= Explanation-based learning =

Explanation-based learning (EBL) is a form of machine learning that exploits a very strong, or even perfect, domain theory (i.e. a formal theory of an application domain akin to a domain model in ontology engineering, not to be confused with Scott's domain theory) in order to make generalizations or form concepts from training examples. It is also linked with Encoding (memory) to help with Learning.

== Details==
An example of EBL using a perfect domain theory is a program that learns to play chess through example. A specific chess position that contains an important feature such as "Forced loss of black queen in two moves" includes many irrelevant features, such as the specific scattering of pawns on the board. EBL can take a single training example and determine what are the relevant features in order to form a generalization.

A domain theory is perfect or complete if it contains, in principle, all information needed to decide any question about the domain. For example, the domain theory for chess is simply the rules of chess. Knowing the rules, in principle, it is possible to deduce the best move in any situation. However, actually making such a deduction is impossible in practice due to combinatoric explosion. EBL uses training examples to make searching for deductive consequences of a domain theory efficient in practice.

In essence, an EBL system works by finding a way to deduce each training example from the system's existing database of domain theory. Having a short proof of the training example extends the domain-theory database, enabling the EBL system to find and classify future examples that are similar to the training example very quickly.
The main drawback of the method—the cost of applying the learned proof macros, as these become numerous—was analyzed by Minton.

=== Basic formulation===
EBL software takes four inputs:

- a hypothesis space (the set of all possible conclusions)
- a domain theory (axioms about a domain of interest)
- training examples (specific facts that rule out some possible hypothesis)
- operationality criteria (criteria for determining which features in the domain are efficiently recognizable, e.g. which features are directly detectable using sensors)

== Application ==
An especially good application domain for an EBL is natural language processing (NLP). Here a rich domain theory, i.e., a natural language grammar—although neither perfect nor complete, is tuned to a particular application or particular language usage, using a treebank (training examples). Rayner pioneered this work. The first successful industrial application was to a commercial NL interface to relational databases. The method has been successfully applied to several large-scale natural language parsing systems, where the utility problem was solved by omitting the original grammar (domain theory) and using specialized LR-parsing techniques, resulting in huge speed-ups, at a cost in coverage, but with a gain in disambiguation.
EBL-like techniques have also been applied to surface generation, the converse of parsing.

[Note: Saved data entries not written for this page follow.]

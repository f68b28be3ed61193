#include "network/tracer/tracer_moments.hpp"

#include <gmock/gmock.h>
#include <gtest/gtest.h>

#include <cmath>
#include <functional>
#include <random>

#include "tests/unit/network/tracer_reading_support.hpp"

namespace stillzone::network {
namespace {

using testing::AnyOf;
using testing::Contains;
using testing::Each;
using testing::HasSubstr;
using testing::Not;

constexpr auto kLines = IntegrationRule::straight_lines;
constexpr double kHrt = 20.0;  // [d] of all tests below: 3000 m3 at 150 m3/d
constexpr double kC0 = 8.0;    // [g/m3]: 24 kg in 3000 m3

using Response = std::function<double(double)>;

/// A pulse test of 24 kg; times [d] and the response [g/m3] at them.
TracerTest pulse_test() {
  TracerTest test;
  test.tracer = "lithium";
  test.volume = core::Volume(3000.0);
  test.mean_flow = core::FlowRate(150.0);
  test.dose = PulseDose{24000.0, 0.0};
  return test;
}
SamplingPoint sampled(const std::vector<double>& times, const Response& response, double error) {
  SamplingPoint point;
  point.at = "outlet";
  point.csv = "outlet.csv";
  for (const double t : times) {
    point.samples.push_back({.time = t, .value = response(t), .error = error});
  }
  return point;
}
std::vector<double> every(double step, double until, double from = 0.0) {
  std::vector<double> times;
  for (int i = 0; from + i * step <= until + 1e-9; ++i) times.push_back(from + i * step);
  return times;
}
void add_noise(SamplingPoint& point, unsigned seed) {
  std::mt19937 random(seed);
  std::normal_distribution<double> normal;
  for (TracerSample& sample : point.samples) sample.value += sample.error * normal(random);
}
double tank(double t) { return kC0 * std::exp(-t / kHrt); }

TracerMoments moments_of(const TracerTest& test, const SamplingPoint& point,
                         IntegrationRule rule = kLines) {
  auto result = tracer_moments(test, point, rule);
  EXPECT_TRUE(result.ok()) << (result.ok() ? "" : result.failure().text());
  return std::move(result).value();
}

// ---- Textbook pulses through a test file -----------------------------------------------------

/// Levenspiel (1999), Chemical Reaction Engineering, 3rd ed., Ex. 11.1 (numbers from memory of the
/// book, recomputed): t [min], C [g/L]; area 100 g min/L. 1 L/min and 15 L, so that 100 g were
/// dosed and V/Q is the mean of 15 min.
TracerReading levenspiel() {
  return read_outlet("t,c\n0,0\n5,3\n10,5\n15,5\n20,4\n25,2\n30,1\n35,0\n",
                     R"({"volume": "15 L", "flow": "1 L/min", "dose": {"mass": "100 g"}})",
                     R"({"time": {"unit": "min"}, "value": {"unit": "g/L"}, "error": "0.01 g/L"})");
}
/// Fogler, Elements of Chemical Reaction Engineering, 4th ed., Ex. 13-1 (numbers from memory of the
/// book, recomputed): t [min], C [g/m3].
TracerReading fogler() {
  return read_outlet(
      "t,c\n0,0\n1,1\n2,5\n3,8\n4,10\n5,8\n6,6\n7,4\n8,3\n9,2.2\n10,1.5\n12,0.6\n14,0\n",
      R"({"volume": "5.1552 m3", "flow": "1 m3/min", "dose": {"mass": "50.0333 g"}})",
      R"({"time": {"unit": "min"}, "error": "0.05 g/m3"})");
}
constexpr double kMinute = 1.0 / 1440.0;

TEST(TracerMoments, LevenspielByTheNamedRules) {  // RTD-1
  const auto reading = levenspiel();
  ASSERT_TRUE(reading.test) << reading.faults;
  for (const auto rule : {IntegrationRule::equal_step_sum, IntegrationRule::trapezoid, kLines}) {
    const TracerMoments m = moments_of(*reading.test, reading.test->points[0], rule);
    EXPECT_NEAR(m.mean / kMinute, 15.0, 1e-9) << rule_name(rule);
    EXPECT_NEAR(m.recovery, 1.0, 1e-9);
    EXPECT_NEAR(m.active_fraction, 1.0, 1e-9);
    EXPECT_NEAR(m.variance / kMinute / kMinute, rule == kLines ? 51.0 + 2.0 / 3.0 : 47.5, 1e-8);
    EXPECT_DOUBLE_EQ(m.tail.share, 0.0);
  }
}

TEST(TracerMoments, FoglerBySimpson) {  // RTD-4: 50.033, 5.1552 min, 6.1085 min2
  const auto reading = fogler();
  ASSERT_TRUE(reading.test) << reading.faults;
  const TracerMoments m =
      moments_of(*reading.test, reading.test->points[0], IntegrationRule::simpson);
  EXPECT_NEAR(m.area / kMinute, 50.03333, 1e-4);
  EXPECT_NEAR(m.mean / kMinute, 5.15523, 1e-5);
  EXPECT_NEAR(m.variance / kMinute / kMinute, 6.10848, 1e-5);
  EXPECT_NEAR(m.recovery, 1.0, 1e-5);
}

// ---- The tail ----------------------------------------------------------------------------------

TEST(TracerMoments, TheFittedTailBringsBackATankCutAtOneAndAHalfTurnovers) {
  const TracerMoments m = moments_of(pulse_test(), sampled(every(0.25, 30.0), tank, 0.05));
  EXPECT_NEAR(m.recovery, 1.0, 0.01);
  EXPECT_NEAR(m.mean, kHrt, 0.01 * kHrt);
  EXPECT_NEAR(m.variance, kHrt * kHrt, 0.01 * kHrt * kHrt);
  EXPECT_NEAR(m.t10, -kHrt * std::log(0.9), 0.01 * kHrt);
  EXPECT_NEAR(m.t50, kHrt * std::log(2.0), 0.01 * kHrt);
  EXPECT_NEAR(m.t90, kHrt * std::log(10.0), 0.01 * kHrt * std::log(10.0));
  EXPECT_NEAR(m.morrill, std::log(0.1) / std::log(0.9), 0.25);
  EXPECT_NEAR(m.tail.share, std::exp(-1.5), 0.01);
  EXPECT_NEAR(m.tail.rate, 1.0 / kHrt, 1e-6);
  EXPECT_THAT(m.verdict, Contains(HasSubstr("22 % of the tracer is extrapolated")));
}

TEST(TracerMoments, ANoisyTailIsNotPulledUpByWhatSurvivesTheNoise) {
  // Fifty tests, sampled well into the noise: the mean over them shows a bias if there is one.
  double mean = 0.0;
  double recovery = 0.0;
  constexpr unsigned kTests = 50;
  for (unsigned seed = 1; seed <= kTests; ++seed) {
    SamplingPoint point = sampled(every(2.0, 80.0), tank, 0.2);
    add_noise(point, seed);
    const TracerMoments m = moments_of(pulse_test(), point);
    mean += m.mean / kTests;
    recovery += m.recovery / kTests;
  }
  EXPECT_NEAR(mean, kHrt, 0.02 * kHrt);
  EXPECT_NEAR(recovery, 1.0, 0.01);
}

TEST(TracerMoments, StatedErrorsCoverTheTruthAsOftenAsTheyShould) {
  // 25 samples to three turnovers, closer at first; 3 % and 0.02 g/m3.
  int n_mean = 0;
  int n_recovery = 0;
  int n_t90 = 0;
  constexpr int kTests = 200;
  for (unsigned seed = 1; seed <= kTests; ++seed) {
    SamplingPoint point;
    for (int i = 0; i <= 24; ++i) {
      const double t = 60.0 * std::pow(i / 24.0, 1.5);
      point.samples.push_back(
          {.time = t, .value = tank(t), .error = std::hypot(0.02, 0.03 * tank(t))});
    }
    add_noise(point, seed);
    const TracerMoments m = moments_of(pulse_test(), point);
    n_mean += std::abs(m.mean - kHrt) < 1.96 * m.errors.mean ? 1 : 0;
    n_recovery += std::abs(m.recovery - 1.0) < 1.96 * m.errors.recovery ? 1 : 0;
    n_t90 += std::abs(m.t90 - kHrt * std::log(10.0)) < 1.96 * m.errors.t90 ? 1 : 0;
  }
  // 95 % of 200 are 190, give or take 3; three times that.
  for (const int n : {n_mean, n_recovery, n_t90}) {
    EXPECT_GE(n, 181);
    EXPECT_LE(n, 199);
  }
}

TEST(TracerMoments, ACurveThatEndsBeforeItsExponentialGetsNoTail) {
  const auto box = [](double t) { return t < 10.0 ? 4.0 : t < 20.0 ? 8.0 - 0.4 * t : 0.0; };
  const TracerMoments m = moments_of(pulse_test(), sampled(every(2.0, 24.0), box, 0.05));
  EXPECT_DOUBLE_EQ(m.tail.share, 0.0);
  EXPECT_THAT(m.tail.note, HasSubstr("none: "));
}

TEST(TracerMoments, SamplesUnderTheLimitAtTheEndLieOnTheTail) {
  // Limit at 0.5 g/m3, passed at 55 d; twenty samples more say no more than "below".
  SamplingPoint cut = sampled(every(1.0, 120.0), tank, 0.02);
  for (TracerSample& sample : cut.samples) {
    sample.censored = sample.value < 0.5;
    sample.value = std::max(sample.value, 0.5);
  }
  const TracerMoments m = moments_of(pulse_test(), cut);
  EXPECT_NEAR(m.recovery, 1.0, 0.005);
  EXPECT_NEAR(m.mean, kHrt, 0.01 * kHrt);
  EXPECT_NEAR(m.variance, kHrt * kHrt, 0.02 * kHrt * kHrt);
  // Half the limit for 65 d would have added 16 g d/m3 to 160.
  EXPECT_THAT(m.verdict, Contains(HasSubstr("the mean lies between")));
  EXPECT_THAT(m.verdict, Contains(HasSubstr("lie under the detection limit")));
}

TEST(TracerMoments, SamplesUnderTheLimitBeforeTheTracerCountAsNothing) {
  const auto delayed = [](double t) {
    return t < 10.0 ? 0.0 : 2.0 * kC0 * std::exp(-(t - 10.0) / 10.0);
  };
  SamplingPoint point = sampled(every(0.5, 70.0), delayed, 0.02);
  for (TracerSample& sample : point.samples) {
    sample.censored = sample.value < 0.3;
    sample.value = std::max(sample.value, 0.3);
  }
  const TracerMoments m = moments_of(pulse_test(), point);
  EXPECT_NEAR(m.recovery, 1.025, 0.002);  // 16 g/m3 x 0.25 d of 160: a jump between two samples
  EXPECT_NEAR(m.mean, 20.0, 0.3);
  EXPECT_GT(m.t10, 9.5);
}

// ---- Before the first sample
// ---------------------------------------------------------------------

TEST(TracerMoments, ARisingCurveIsTakenBackToNothingAtTheDose) {
  // Two tanks of 10 d each; first sample at 4 d.
  const auto two_tanks = [](double t) { return 32.0 * t / 20.0 * std::exp(-t / 10.0); };
  const TracerMoments m =
      moments_of(pulse_test(), sampled(every(2.0, 100.0, 4.0), two_tanks, 0.02));
  EXPECT_NEAR(m.recovery, 1.0, 0.02);
  EXPECT_NEAR(m.mean, 20.0, 0.25);
  EXPECT_NEAR(m.variance, 200.0, 4.0);
}

TEST(TracerMoments, AFallingCurveIsTakenAsLevelBeforeItsFirstSample) {
  const TracerMoments m = moments_of(pulse_test(), sampled(every(1.0, 100.0, 1.0), tank, 0.02));
  EXPECT_NEAR(m.before_first_sample, std::exp(-1.0 / kHrt) / kHrt, 1e-3);
  EXPECT_NEAR(m.mean, kHrt, 0.05);
}

TEST(TracerMoments, ALateFirstSampleIsTold) {
  const TracerMoments m = moments_of(pulse_test(), sampled(every(2.0, 100.0, 6.0), tank, 0.02));
  EXPECT_THAT(m.verdict, Contains(HasSubstr("at an age of 6.0 d, 30 % of V/Q")));
  EXPECT_THAT(m.verdict, Contains(HasSubstr("t10 lies before the first sample")));
}

TEST(TracerMoments, MorrillIsLeftOutWhenTenPercentPassAtOnce) {
  // 17.8 of 162 g d/m3 within 86 s.
  const auto spike = [](double t) { return t < 1e-3 ? 3.56e7 * (1e-3 - t) : 0.9 * tank(t); };
  std::vector<double> times = every(1.0, 100.0, 1.0);
  times.insert(times.begin(), {0.0, 5e-4, 1e-3});
  const SamplingPoint point = sampled(times, spike, 0.02);
  const TracerMoments m = moments_of(pulse_test(), point);
  EXPECT_DOUBLE_EQ(m.morrill, 0.0);
  EXPECT_THAT(m.verdict, Contains(HasSubstr("(Morrill) has no meaning")));
}

// ---- Doses that take time, steps, records
// --------------------------------------------------------

TEST(TracerMoments, ATimedDoseIsTakenOffMeanAndVariance) {
  TracerTest test = pulse_test();
  const double kLength = 5.0;
  test.dose = PulseDose{24000.0, kLength};
  const auto response = [kLength](double t) {  // of a tank fed for 5 d, exact
    const double during = kC0 * kHrt / kLength * (1.0 - std::exp(-std::min(t, kLength) / kHrt));
    return t < kLength ? during : during * std::exp(-(t - kLength) / kHrt);
  };
  const TracerMoments m = moments_of(test, sampled(every(0.25, 160.0), response, 0.01));
  EXPECT_NEAR(m.recovery, 1.0, 1e-3);
  EXPECT_NEAR(m.mean, kHrt, 0.02);
  EXPECT_NEAR(m.variance, kHrt * kHrt, 2.0);
  EXPECT_NEAR(m.t50, kHrt * std::log(2.0), 0.1);
  EXPECT_NEAR(m.t90, kHrt * std::log(10.0), 0.1);
  EXPECT_THAT(m.verdict, Contains(HasSubstr("The dose took 5 d, 25 % of the mean")));
}

TracerTest step_test() {
  TracerTest test = pulse_test();
  test.dose = StepDose{3.0};
  return test;
}

TEST(TracerMoments, AStepTestOfATank) {
  const auto step = [](double t) { return 3.0 * (1.0 - std::exp(-t / kHrt)); };
  const TracerMoments m = moments_of(step_test(), sampled(every(1.0, 50.0), step, 0.01));
  EXPECT_NEAR(m.recovery, 1.0, 1e-3);
  EXPECT_NEAR(m.mean, kHrt, 0.02);
  EXPECT_NEAR(m.variance, kHrt * kHrt, 1.0);
  EXPECT_NEAR(m.t10, -kHrt * std::log(0.9), 0.02);
  EXPECT_NEAR(m.t90, kHrt * std::log(10.0), 0.1);
  EXPECT_NEAR(m.tail.share, std::exp(-2.5), 2e-3);
}

TEST(TracerMoments, ANoisyStepTestHasARisingCurveAndTheRightMoments) {
  const auto step = [](double t) { return 2.4 * (1.0 - std::exp(-t / kHrt)); };
  double recovery = 0.0;
  double mean = 0.0;
  double variance = 0.0;
  constexpr unsigned kTests = 50;
  for (unsigned seed = 1; seed <= kTests; ++seed) {
    SamplingPoint point = sampled(every(1.0, 80.0), step, 0.1);
    add_noise(point, seed);
    const TracerMoments m = moments_of(step_test(), point);
    for (const double density : m.curve.density()) EXPECT_GE(density, 0.0);
    recovery += m.recovery / kTests;
    mean += m.mean / kTests;
    variance += m.variance / kTests;
  }
  EXPECT_NEAR(recovery, 0.8, 0.01);
  // Single tests scatter by 1.2 d and 100 d2: three standard errors of the mean of fifty.
  EXPECT_NEAR(mean, kHrt, 0.5);
  EXPECT_NEAR(variance, kHrt * kHrt, 42.0);
}

TEST(TracerMoments, AStepTestCutShortSaysSo) {
  const auto step = [](double t) { return 3.0 * (1.0 - std::exp(-t / kHrt)); };
  SamplingPoint point = sampled(every(1.0, 8.0), step, 0.05);
  const TracerMoments m = moments_of(step_test(), point);
  EXPECT_THAT(m.verdict, Contains(HasSubstr("still rise and do not tell where to")));
  TracerTest as_dosed = step_test();
  as_dosed.recovery_fitted = false;
  const TracerMoments known = moments_of(as_dosed, sampled(every(1.0, 30.0), step, 0.01));
  EXPECT_NEAR(known.mean, kHrt, 0.1);
}

TEST(TracerMoments, AVariableFlowCountedInTurnoversGivesTheSteadyResult) {
  // 50 m3/d to day 10, none to day 14, 300 m3/d to day 30, then 150 m3/d; a tank follows its
  // turnovers alone.
  TracerTest test = pulse_test();
  test.flow_record = core::Timeline::steps({0.0, 10.0, 14.0, 30.0}, {50.0, 0.0, 300.0, 150.0});
  const std::vector<double> times = every(0.25, 120.0);
  test.mean_flow = core::FlowRate(test.flow_record->mean(0.0, 120.0));
  const double hrt = 3000.0 / test.mean_flow.value();
  const auto response = [&](double t) { return kC0 * std::exp(-test.turnovers(t)); };
  const TracerMoments m = moments_of(test, sampled(times, response, 0.01));
  EXPECT_NEAR(m.hydraulic_retention_time, hrt, 1e-12);
  EXPECT_NEAR(m.recovery, 1.0, 2e-3);
  EXPECT_NEAR(m.mean, hrt, 2e-3 * hrt);
  EXPECT_NEAR(m.variance, hrt * hrt, 1e-2 * hrt * hrt);
  EXPECT_NEAR(m.t90, hrt * std::log(10.0), 0.01 * hrt);
}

When applying EBL to NLP, the operationality criteria can be hand-crafted, or can be
inferred from the treebank using either the entropy of its or-nodes
or a target coverage/disambiguation trade-off (= recall/precision trade-off = f-score).
EBL can also be used to compile grammar-based language models for speech recognition, from general unification grammars.
Note how the utility problem, first exposed by Minton, was solved by discarding the original grammar/domain theory, and that the quoted articles tend to contain the phrase grammar specialization—quite the opposite of the original term explanation-based generalization. Perhaps the best name for this technique would be data-driven search space reduction.
Other people who worked on EBL for NLP include Guenther Neumann, Aravind Joshi, Srinivas Bangalore, and Khalil Sima'an.